RE: CISSP Question
- From: "Simmons, James" <jsimmons@xxxxxxx>
- Date: Thu, 10 May 2007 13:10:01 -0500
A point is that it can be cheap to run these certifications. It is
currently being done, with better results, and with a smaller pool of
customers. Which is why I do have an inherent distrust of certification
companies. Now I cannot say about the degree of work that goes into
creating any IT certs. But I do know that it should be pretty
self-sustaining after the initial investment of research.
I am not saying that they do not serve a purpose, nor that they are not
needed. If you are trying to make a standardized baseline of skill, then
it should be accessible to everyone. It is the difference between a $400
cert and a $50 cert. If everyone can actually have the chance to obtain
the certification without any adverse financial hardships, then you will
have a cert that will be closer to actually representing a baseline.

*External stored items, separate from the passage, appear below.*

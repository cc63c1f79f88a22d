import { readLatex } from '../../shared/src/index.js';
import { syntheticLatexManuscript } from './syntheticManuscript.js';
const doc = syntheticLatexManuscript(1_000_000);
const times: number[] = [];
for (let i = 0; i < 40; i++) { const t0 = performance.now(); readLatex(doc); times.push(performance.now() - t0); }
const s = times.slice(10).sort((a, b) => a - b); console.log('median', s[15].toFixed(1), 'best', s[0].toFixed(1));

Right now there are too many people out there that can easily pass these
tests, but do not take them for one reason or another. (Usually price is
a big motivation.)
Take ISC2 for example (because I am really trying not to pick on them,
but they are the best known). Why are their tests $400?
-To develop the tests? Their model is in place to minimize the cost of
developing tests. Someone develops a question, it gets reviewed and then
submitted to a current test to determine the percentages of people that
are confused by the question, or what not.
-To supply training for the certs? This is very counter productive to a
certification. Are you going to teach the people, what they need to
know, to pass a test to prove that they do indeed have experience and
training in this skill (As is the case in SANS certs and boot camps)? I
can understand offering a review class or something of the sort, just to
go over broadly what is covered and who the test is laid out. That is
test prep work and that is more understandable then an actual class
covering what they are already suppose to know. On a side note, I am not
aware of ISC2 actually hosting training classes other then the review
classes I would love to find out if anyone actually paid for one of
these review tests, and what was the mentality of the tests?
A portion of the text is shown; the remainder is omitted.